((

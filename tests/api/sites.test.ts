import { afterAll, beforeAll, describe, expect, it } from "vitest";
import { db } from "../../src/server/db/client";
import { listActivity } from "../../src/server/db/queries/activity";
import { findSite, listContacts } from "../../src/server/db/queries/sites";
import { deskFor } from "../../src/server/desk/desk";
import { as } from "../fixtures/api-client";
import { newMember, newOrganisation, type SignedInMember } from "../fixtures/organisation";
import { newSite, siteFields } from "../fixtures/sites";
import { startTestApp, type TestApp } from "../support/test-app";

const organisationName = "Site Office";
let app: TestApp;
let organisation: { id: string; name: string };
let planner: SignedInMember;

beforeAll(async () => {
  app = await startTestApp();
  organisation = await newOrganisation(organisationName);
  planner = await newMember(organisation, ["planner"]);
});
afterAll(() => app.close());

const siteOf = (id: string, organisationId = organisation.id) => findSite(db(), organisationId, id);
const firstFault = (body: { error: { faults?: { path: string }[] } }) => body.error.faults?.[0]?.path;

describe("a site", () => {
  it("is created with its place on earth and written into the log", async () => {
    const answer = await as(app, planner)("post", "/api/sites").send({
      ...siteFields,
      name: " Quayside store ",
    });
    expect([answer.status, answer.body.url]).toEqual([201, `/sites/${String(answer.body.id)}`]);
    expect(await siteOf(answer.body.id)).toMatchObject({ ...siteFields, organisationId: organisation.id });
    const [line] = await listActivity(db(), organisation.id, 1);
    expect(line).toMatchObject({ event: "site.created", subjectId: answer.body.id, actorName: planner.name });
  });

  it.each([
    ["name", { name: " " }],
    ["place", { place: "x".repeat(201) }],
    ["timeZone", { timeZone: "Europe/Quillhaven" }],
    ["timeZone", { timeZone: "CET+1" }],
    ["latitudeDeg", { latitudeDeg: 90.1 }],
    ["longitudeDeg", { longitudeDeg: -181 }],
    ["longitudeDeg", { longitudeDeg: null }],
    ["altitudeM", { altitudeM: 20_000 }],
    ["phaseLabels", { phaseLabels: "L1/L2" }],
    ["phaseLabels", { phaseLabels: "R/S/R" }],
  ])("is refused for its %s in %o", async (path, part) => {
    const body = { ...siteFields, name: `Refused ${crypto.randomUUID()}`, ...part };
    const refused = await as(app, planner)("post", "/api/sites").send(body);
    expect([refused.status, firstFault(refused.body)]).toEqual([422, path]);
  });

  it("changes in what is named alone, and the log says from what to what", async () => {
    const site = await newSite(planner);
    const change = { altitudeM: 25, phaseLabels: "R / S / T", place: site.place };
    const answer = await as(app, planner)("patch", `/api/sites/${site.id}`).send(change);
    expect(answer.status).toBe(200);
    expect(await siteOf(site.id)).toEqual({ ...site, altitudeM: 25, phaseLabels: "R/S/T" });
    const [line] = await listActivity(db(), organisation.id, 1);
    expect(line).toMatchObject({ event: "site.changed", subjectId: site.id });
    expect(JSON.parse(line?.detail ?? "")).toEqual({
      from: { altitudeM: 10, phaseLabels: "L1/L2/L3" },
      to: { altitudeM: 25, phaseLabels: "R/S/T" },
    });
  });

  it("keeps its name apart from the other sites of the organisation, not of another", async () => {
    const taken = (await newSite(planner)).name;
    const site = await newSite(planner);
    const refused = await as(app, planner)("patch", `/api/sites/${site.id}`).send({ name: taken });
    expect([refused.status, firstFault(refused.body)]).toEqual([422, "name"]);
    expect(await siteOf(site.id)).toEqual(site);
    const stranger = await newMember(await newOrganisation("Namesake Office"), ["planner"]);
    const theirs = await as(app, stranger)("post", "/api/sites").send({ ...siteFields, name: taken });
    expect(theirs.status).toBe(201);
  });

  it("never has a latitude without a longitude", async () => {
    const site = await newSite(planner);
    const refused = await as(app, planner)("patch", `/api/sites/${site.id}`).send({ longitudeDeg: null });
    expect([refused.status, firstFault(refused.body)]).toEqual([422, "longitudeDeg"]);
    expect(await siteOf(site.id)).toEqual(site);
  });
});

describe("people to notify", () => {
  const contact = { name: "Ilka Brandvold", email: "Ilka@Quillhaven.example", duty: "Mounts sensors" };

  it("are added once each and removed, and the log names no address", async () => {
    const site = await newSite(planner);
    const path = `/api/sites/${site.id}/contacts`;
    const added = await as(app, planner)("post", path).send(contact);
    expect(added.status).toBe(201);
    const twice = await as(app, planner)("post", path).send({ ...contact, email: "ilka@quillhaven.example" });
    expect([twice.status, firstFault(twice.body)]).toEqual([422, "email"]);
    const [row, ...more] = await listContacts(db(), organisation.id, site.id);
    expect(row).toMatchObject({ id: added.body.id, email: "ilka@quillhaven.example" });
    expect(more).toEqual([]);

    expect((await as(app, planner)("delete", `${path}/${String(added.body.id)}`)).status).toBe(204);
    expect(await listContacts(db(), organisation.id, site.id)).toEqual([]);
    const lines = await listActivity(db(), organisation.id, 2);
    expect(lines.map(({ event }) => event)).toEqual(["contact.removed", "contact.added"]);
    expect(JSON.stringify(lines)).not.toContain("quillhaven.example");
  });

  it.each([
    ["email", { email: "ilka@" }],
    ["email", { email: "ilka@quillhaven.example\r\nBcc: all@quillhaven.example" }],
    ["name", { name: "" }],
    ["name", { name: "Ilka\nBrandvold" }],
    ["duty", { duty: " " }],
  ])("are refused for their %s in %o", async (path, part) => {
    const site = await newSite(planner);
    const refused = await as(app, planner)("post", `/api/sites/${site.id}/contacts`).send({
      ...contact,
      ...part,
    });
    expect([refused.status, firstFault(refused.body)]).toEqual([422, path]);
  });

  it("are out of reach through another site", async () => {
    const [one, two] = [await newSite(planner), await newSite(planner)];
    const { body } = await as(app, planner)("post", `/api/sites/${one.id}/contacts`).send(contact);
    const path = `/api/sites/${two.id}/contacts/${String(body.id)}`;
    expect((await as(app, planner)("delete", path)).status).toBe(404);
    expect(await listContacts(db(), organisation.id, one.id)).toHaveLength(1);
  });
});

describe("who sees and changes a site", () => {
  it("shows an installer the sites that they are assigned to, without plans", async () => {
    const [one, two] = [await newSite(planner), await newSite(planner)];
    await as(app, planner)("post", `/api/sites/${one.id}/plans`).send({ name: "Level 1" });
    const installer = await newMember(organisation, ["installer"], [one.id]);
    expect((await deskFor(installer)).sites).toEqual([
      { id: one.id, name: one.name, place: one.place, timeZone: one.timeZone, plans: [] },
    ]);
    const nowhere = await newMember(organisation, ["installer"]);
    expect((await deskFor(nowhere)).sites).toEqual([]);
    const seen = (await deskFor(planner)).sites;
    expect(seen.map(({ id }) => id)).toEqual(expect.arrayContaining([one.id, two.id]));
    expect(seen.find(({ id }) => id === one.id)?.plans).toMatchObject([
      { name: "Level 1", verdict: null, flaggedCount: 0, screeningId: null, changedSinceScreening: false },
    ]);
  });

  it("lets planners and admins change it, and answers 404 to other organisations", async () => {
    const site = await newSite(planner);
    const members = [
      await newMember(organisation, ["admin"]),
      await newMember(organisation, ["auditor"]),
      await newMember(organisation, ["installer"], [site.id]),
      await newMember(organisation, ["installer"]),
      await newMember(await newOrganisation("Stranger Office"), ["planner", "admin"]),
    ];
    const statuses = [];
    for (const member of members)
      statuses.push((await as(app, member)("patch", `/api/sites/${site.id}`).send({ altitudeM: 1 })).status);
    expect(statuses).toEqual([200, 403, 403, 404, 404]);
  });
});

))

*ACTION ITEM*. Scan the records above for the string "toMatchObject", and copy every line where it turns up.

*ANSWER TO THIS EXERCISE*.
    expect(await siteOf(answer.body.id)).toMatchObject({ ...siteFields, organisationId: organisation.id });
    expect(line).toMatchObject({ event: "site.created", subjectId: answer.body.id, actorName: planner.name });
    expect(line).toMatchObject({ event: "site.changed", subjectId: site.id });
    expect(row).toMatchObject({ id: added.body.id, email: "ilka@quillhaven.example" });
    expect(seen.find(({ id }) => id === one.id)?.plans).toMatchObject([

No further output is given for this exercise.